Is it a bad practice to receive a returned private variable by reference ?

No, it depends on what you want. Things like std::vector<t>::operator[] would be quite difficult to implement if they couldn't return a non-const reference :) If you want to return a reference and don't want clients to be able to modify it, simply make it a const reference.

Does holding a C++ reference prevents variable of being destroyed?

Given that

MyShape::color is declared as a Color&

... the code is a bit problematic.

The thing to know about C++ references is that you can't re-seat them -- that is, unlike a C++ pointer, once a C++ reference is declared, it will always reference the object it was declared to reference, and cannot be re-directed to reference some other object instead. (Btw this is also the reason why you're not allowed to declare an unbound reference, e.g. MyColor & c; won't compile because it would be useless)

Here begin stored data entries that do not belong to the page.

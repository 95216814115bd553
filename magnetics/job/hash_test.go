package job

import (
	"regexp"
	"testing"
)

func TestHash(t *testing.T) {
	hash := func(b BuildFile, part string) string {
		t.Helper()
		h, err := b.Hash(part)
		if err != nil {
			t.Fatal(err)
		}
		return h
	}
	b := everything(t)
	transformer, inductor := hash(b, Transformer), hash(b, Inductor)
	if !regexp.MustCompile(`^[0-9a-f]{12}$`).MatchString(transformer) || transformer == inductor {
		t.Errorf("hashes %q and %q", transformer, inductor)
	}
	data, err := WriteBuild(b)
	if err != nil {
		t.Fatal(err)
	}
	read, err := ReadBuild("build.yaml", data)
	if err != nil {
		t.Fatal(err)
	}
	if hash(read, Transformer) != transformer || hash(read, Inductor) != inductor {
		t.Error("writing and reading changes the hash")
	}
	for name, c := range map[string]struct {
		edit                  func(*BuildFile)
		transformer, inductor bool // changes
	}{
		"title":      {func(b *BuildFile) { b.Job.Title, b.Job.Build.Sheet.Owner, b.MadeWith = "x", "y", "z" }, false, false},
		"limits":     {func(b *BuildFile) { b.Job.Build.Limits.CoreTemperature = 99 }, false, false},
		"tank":       {func(b *BuildFile) { b.Job.Tank.Lr *= 1.0001 }, true, true},
		"last digit": {func(b *BuildFile) { b.Job.Tank.Lr *= 1 + 1e-15 }, false, false},
		"gap":        {func(b *BuildFile) { b.Transformer.Core.Gap.Total += 1e-6 }, true, false},
		"wire":       {func(b *BuildFile) { b.Inductor.Build[0].Layers++ }, false, true},
		"meets":      {func(b *BuildFile) { b.Inductor.Inductance = nil }, false, true},
		"corner":     {func(b *BuildFile) { b.Job.Corners[0].InputVoltage++ }, true, true},
	} {
		b := everything(t)
		c.edit(&b)
		if got := hash(b, Transformer) != transformer; got != c.transformer {
			t.Errorf("%s: the transformer's hash changes: %v, want %v", name, got, c.transformer)
		}
		if got := hash(b, Inductor) != inductor; got != c.inductor {
			t.Errorf("%s: the inductor's hash changes: %v, want %v", name, got, c.inductor)
		}
	}
	b.Inductor = nil
	if h := hash(b, Inductor); h != "" {
		t.Errorf("hash of no inductor is %q", h)
	}
}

From that, it follows that what this code actually does:

void MyShape::setColor(const Color& newColor)
{
this->color= newColor;
}

is overwrite the contents of (whatever Color object this->color is referencing) with the contents of newColor). It doesn't change the reference itself at all; rather it writes through the reference. (Remember that references are defined as aliases-to-something, so wherever you specify the reference, the program will behave as if you had specified the object-the-reference-is-referencing there instead)

To answer the titular question: holding a C++ reference does not guarantee that the object the reference is referencing will not be destroyed. It's quite possible to delete (or otherwise destroy) the referenced item, and end up with a "dangling reference" that will invoke Undefined Behavior if you try to use it.

As general advice, if you want to have a guard-value to represent "no-color", the best way to do it is to represent the guard-value as an actual color object (e.g. Color(0,0,0,0) could work, if your Color class has an alpha-channel, since any color with alpha=0 is transparent, hence no-color). That way there is no need to play games with pointers or references to try to represent that information. If that's not doable for some reason, have a look at std::optional as a way to represent "either-a-value-or-nothing".

As a final note, using pointers does not mean you have to use new and delete -- pointers work equally well (and you can shoot yourself in the foot with them equally badly) when they are pointing to stack-objects or member-objects. Which is to say, pointers are very powerful, and also very dangerous, and I wouldn't recommend using them for this purpose.